Aim of the task:
What is needed here is an exact copy of every entry.

[Data in this exercise Boundary: Start]

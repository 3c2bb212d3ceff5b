// SPDX-License-Identifier: GPL-3.0-or-later
#include "db/library.h"

#include <QDir>
#include <QFile>
#include <QTemporaryDir>
#include <algorithm>
#include <set>

#include "words.h"

using namespace soak;

namespace {

const Grade& row(const std::vector<Grade>& grades, const QString& id) {
    const auto found = std::find_if(grades.begin(), grades.end(), [&](const Grade& grade) { return grade.id == id; });
    REQUIRE(found != grades.end());
    return *found;
}

/// The library's grades.csv with one text replaced, in a folder of its own.
Result<std::vector<Grade>> gradesWith(const QByteArray& from, const QByteArray& to) {
    QTemporaryDir folder;
    QFile source(libraryFolder() + "/grades.csv"), copy(folder.filePath("grades.csv"));
    REQUIRE(source.open(QIODevice::ReadOnly));
    REQUIRE(copy.open(QIODevice::WriteOnly));
    QByteArray text = source.readAll();
    REQUIRE(text.contains(from));
    copy.write(text.replace(text.indexOf(from), from.size(), to));
    copy.close();
    return readGrades(folder.path());
}

}  // namespace

TEST_CASE("every row of the grade library is sound", "[library]") {
    const std::vector<Grade> grades = must(readGrades(libraryFolder()));
    CHECK(grades.size() == 432 + 185);
    std::set<QString> families;
    for (const FamilyLink& link : must(readFamilyMap(libraryFolder())))
        families.insert(link.grade_families.begin(), link.grade_families.end());
    // Evidence speaks for most families; these have grades and no evidence of their own yet.
    families.insert({"manganese-austenitic", "light-cast-AlSn"});
    std::set<QString> ids;
    for (const Grade& grade : grades) {
        INFO(grade.id.toStdString());
        CHECK(ids.insert(grade.id).second);
        CHECK(families.count(grade.family) == 1);
        CHECK_FALSE(grade.standard.isEmpty());
        CHECK_FALSE(grade.seen.isEmpty());
        double least_wt = 0;
        for (const auto& [element, limit] : grade.limits) {
            INFO(element);
            CHECK(limit.min_wt.value_or(0) >= 0);
            CHECK(limit.max_wt.value_or(0) <= 60);
            CHECK(limit.min_wt.value_or(0) <= limit.max_wt.value_or(100));
            least_wt += limit.min_wt.value_or(0);
        }
        CHECK(least_wt < 100);
    }
}

TEST_CASE("limits keep the digits that were printed, near names stay apart", "[library]") {
    const std::vector<Grade> grades = must(readGrades(libraryFolder()));
    const Grade& duplex = row(grades, "en-1.4462");
    CHECK(duplex.limits.at("C").max_text == "0.030");
    CHECK(*duplex.limits.at("N").min_wt == 0.10);
    CHECK(duplex.limits.count("W") == 0);
    CHECK(duplex.names.contains("1.4462"));
    CHECK_FALSE(duplex.names.join(' ').contains("S31803"));
    CHECK(duplex.near_names.contains("S31803"));
    CHECK(row(grades, "astm-a890-6a").rules == QStringList{"PREN = Cr+3.3*Mo+16*N >= 40"});
}

TEST_CASE("a wrong grade row is refused with its place", "[library]") {
    CHECK_THAT(refusal(gradesWith("17.5,19.5", "19.5,17.5")),
               Catch::Contains("grades.csv line 4, column Cr_min: minimum 19.5 above maximum 17.5"));
    CHECK_THAT(refusal(gradesWith("17.5,19.5", "17,5,19.5")), Catch::Contains("line 4"));
    CHECK_THAT(refusal(gradesWith("17.5,19.5", "abc,19.5")), Catch::Contains("\"abc\" is not a number"));
    CHECK_THAT(refusal(gradesWith("en-1.4301,", "en-1.4310,")), Catch::Contains("\"en-1.4310\" stands twice"));
    CHECK_THAT(refusal(gradesWith("Ti >= 5*C", "Ti over 5 C")), Catch::Contains("\"Ti over 5 C\" is not"));
    CHECK_THAT(refusal(gradesWith("grade_id,", "grade,")), Catch::Contains("column grade_id is missing"));
}

TEST_CASE("the other tables of the library are sound", "[library]") {
    const auto treatments = must(readTreatments(libraryFolder()));
    CHECK(treatments.size() == 367 + 199);
    for (const PublishedTreatment& row : treatments) {
        INFO(row.row_id.toStdString());
        REQUIRE(row.low_C);
        CHECK(*row.low_C > -200);
        CHECK(row.high_C.value_or(1000) < 1400);
        CHECK_FALSE(row.source.isEmpty());
    }
    const auto cautions = must(readCautions(libraryFolder()));
    CHECK(cautions.size() == 116);
    for (const Caution& caution : cautions) {
        INFO(caution.row_id.toStdString());
        CHECK_FALSE(caution.text.isEmpty());
        CHECK_FALSE(caution.defers_to.isEmpty());
        CHECK((caution.applies_to.startsWith("treatment: ") || caution.applies_to.contains(": ")));
    }
    const auto rules = must(readFurnaceRules(libraryFolder()));
    CHECK(rules.size() == 175);
    for (const FurnaceRule& rule : rules) {
        INFO(rule.row_id.toStdString());
        CHECK((rule.value || !rule.formula.isEmpty() || !rule.note.isEmpty()));
    }
}

TEST_CASE("product tolerances are found by the limit, without overlap", "[library]") {
    const auto rows = must(readProductTolerances(libraryFolder()));
    CHECK(rows.size() == 257);
    for (size_t i = 0; i < rows.size(); ++i)
        for (size_t j = i + 1; j < rows.size(); ++j) {
            if (rows[i].standards != rows[j].standards || rows[i].family != rows[j].family ||
                rows[i].element != rows[j].element)
                continue;
            INFO(rows[i].standards.join(';').toStdString() << ' ' << rows[i].element.toStdString());
            CHECK((rows[i].to_wt <= rows[j].from_wt || rows[j].to_wt <= rows[i].from_wt));
        }
}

[Data in this exercise Boundary: End]

Answer to this task:
repository 3c2bb212d3ceff5b
// SPDX-License-Identifier: GPL-3.0-or-later
#include "db/library.h"

#include <QDir>
#include <QFile>
#include <QTemporaryDir>
#include <algorithm>
#include <set>

#include "words.h"

using namespace soak;

namespace {

const Grade& row(const std::vector<Grade>& grades, const QString& id) {
    const auto found = std::find_if(grades.begin(), grades.end(), [&](const Grade& grade) { return grade.id == id; });
    REQUIRE(found != grades.end());
    return *found;
}

/// The library's grades.csv with one text replaced, in a folder of its own.
Result<std::vector<Grade>> gradesWith(const QByteArray& from, const QByteArray& to) {
    QTemporaryDir folder;
    QFile source(libraryFolder() + "/grades.csv"), copy(folder.filePath("grades.csv"));
    REQUIRE(source.open(QIODevice::ReadOnly));
    REQUIRE(copy.open(QIODevice::WriteOnly));
    QByteArray text = source.readAll();
    REQUIRE(text.contains(from));
    copy.write(text.replace(text.indexOf(from), from.size(), to));
    copy.close();
    return readGrades(folder.path());
}

}  // namespace

TEST_CASE("every row of the grade library is sound", "[library]") {
    const std::vector<Grade> grades = must(readGrades(libraryFolder()));
    CHECK(grades.size() == 432 + 185);
    std::set<QString> families;
    for (const FamilyLink& link : must(readFamilyMap(libraryFolder())))
        families.insert(link.grade_families.begin(), link.grade_families.end());
    // Evidence speaks for most families; these have grades and no evidence of their own yet.
    families.insert({"manganese-austenitic", "light-cast-AlSn"});
    std::set<QString> ids;
    for (const Grade& grade : grades) {
        INFO(grade.id.toStdString());
        CHECK(ids.insert(grade.id).second);
        CHECK(families.count(grade.family) == 1);
        CHECK_FALSE(grade.standard.isEmpty());
        CHECK_FALSE(grade.seen.isEmpty());
        double least_wt = 0;
        for (const auto& [element, limit] : grade.limits) {
            INFO(element);
            CHECK(limit.min_wt.value_or(0) >= 0);
            CHECK(limit.max_wt.value_or(0) <= 60);
            CHECK(limit.min_wt.value_or(0) <= limit.max_wt.value_or(100));
            least_wt += limit.min_wt.value_or(0);
        }
        CHECK(least_wt < 100);
    }
}

TEST_CASE("limits keep the digits that were printed, near names stay apart", "[library]") {
    const std::vector<Grade> grades = must(readGrades(libraryFolder()));
    const Grade& duplex = row(grades, "en-1.4462");
    CHECK(duplex.limits.at("C").max_text == "0.030");
    CHECK(*duplex.limits.at("N").min_wt == 0.10);
    CHECK(duplex.limits.count("W") == 0);
    CHECK(duplex.names.contains("1.4462"));
    CHECK_FALSE(duplex.names.join(' ').contains("S31803"));
    CHECK(duplex.near_names.contains("S31803"));
    CHECK(row(grades, "astm-a890-6a").rules == QStringList{"PREN = Cr+3.3*Mo+16*N >= 40"});
}

TEST_CASE("a wrong grade row is refused with its place", "[library]") {
    CHECK_THAT(refusal(gradesWith("17.5,19.5", "19.5,17.5")),
               Catch::Contains("grades.csv line 4, column Cr_min: minimum 19.5 above maximum 17.5"));
    CHECK_THAT(refusal(gradesWith("17.5,19.5", "17,5,19.5")), Catch::Contains("line 4"));
    CHECK_THAT(refusal(gradesWith("17.5,19.5", "abc,19.5")), Catch::Contains("\"abc\" is not a number"));
    CHECK_THAT(refusal(gradesWith("en-1.4301,", "en-1.4310,")), Catch::Contains("\"en-1.4310\" stands twice"));
    CHECK_THAT(refusal(gradesWith("Ti >= 5*C", "Ti over 5 C")), Catch::Contains("\"Ti over 5 C\" is not"));
    CHECK_THAT(refusal(gradesWith("grade_id,", "grade,")), Catch::Contains("column grade_id is missing"));
}

TEST_CASE("the other tables of the library are sound", "[library]") {
    const auto treatments = must(readTreatments(libraryFolder()));
    CHECK(treatments.size() == 367 + 199);
    for (const PublishedTreatment& row : treatments) {
        INFO(row.row_id.toStdString());
        REQUIRE(row.low_C);
        CHECK(*row.low_C > -200);
        CHECK(row.high_C.value_or(1000) < 1400);
        CHECK_FALSE(row.source.isEmpty());
    }
    const auto cautions = must(readCautions(libraryFolder()));
    CHECK(cautions.size() == 116);
    for (const Caution& caution : cautions) {
        INFO(caution.row_id.toStdString());
        CHECK_FALSE(caution.text.isEmpty());
        CHECK_FALSE(caution.defers_to.isEmpty());
        CHECK((caution.applies_to.startsWith("treatment: ") || caution.applies_to.contains(": ")));
    }
    const auto rules = must(readFurnaceRules(libraryFolder()));
    CHECK(rules.size() == 175);
    for (const FurnaceRule& rule : rules) {
        INFO(rule.row_id.toStdString());
        CHECK((rule.value || !rule.formula.isEmpty() || !rule.note.isEmpty()));
    }
}

TEST_CASE("product tolerances are found by the limit, without overlap", "[library]") {
    const auto rows = must(readProductTolerances(libraryFolder()));
    CHECK(rows.size() == 257);
    for (size_t i = 0; i < rows.size(); ++i)
        for (size_t j = i + 1; j < rows.size(); ++j) {
            if (rows[i].standards != rows[j].standards || rows[i].family != rows[j].family ||
                rows[i].element != rows[j].element)
                continue;
            INFO(rows[i].standards.join(';').toStdString() << ' ' << rows[i].element.toStdString());
            CHECK((rows[i].to_wt <= rows[j].from_wt || rows[j].to_wt <= rows[i].from_wt));
        }
}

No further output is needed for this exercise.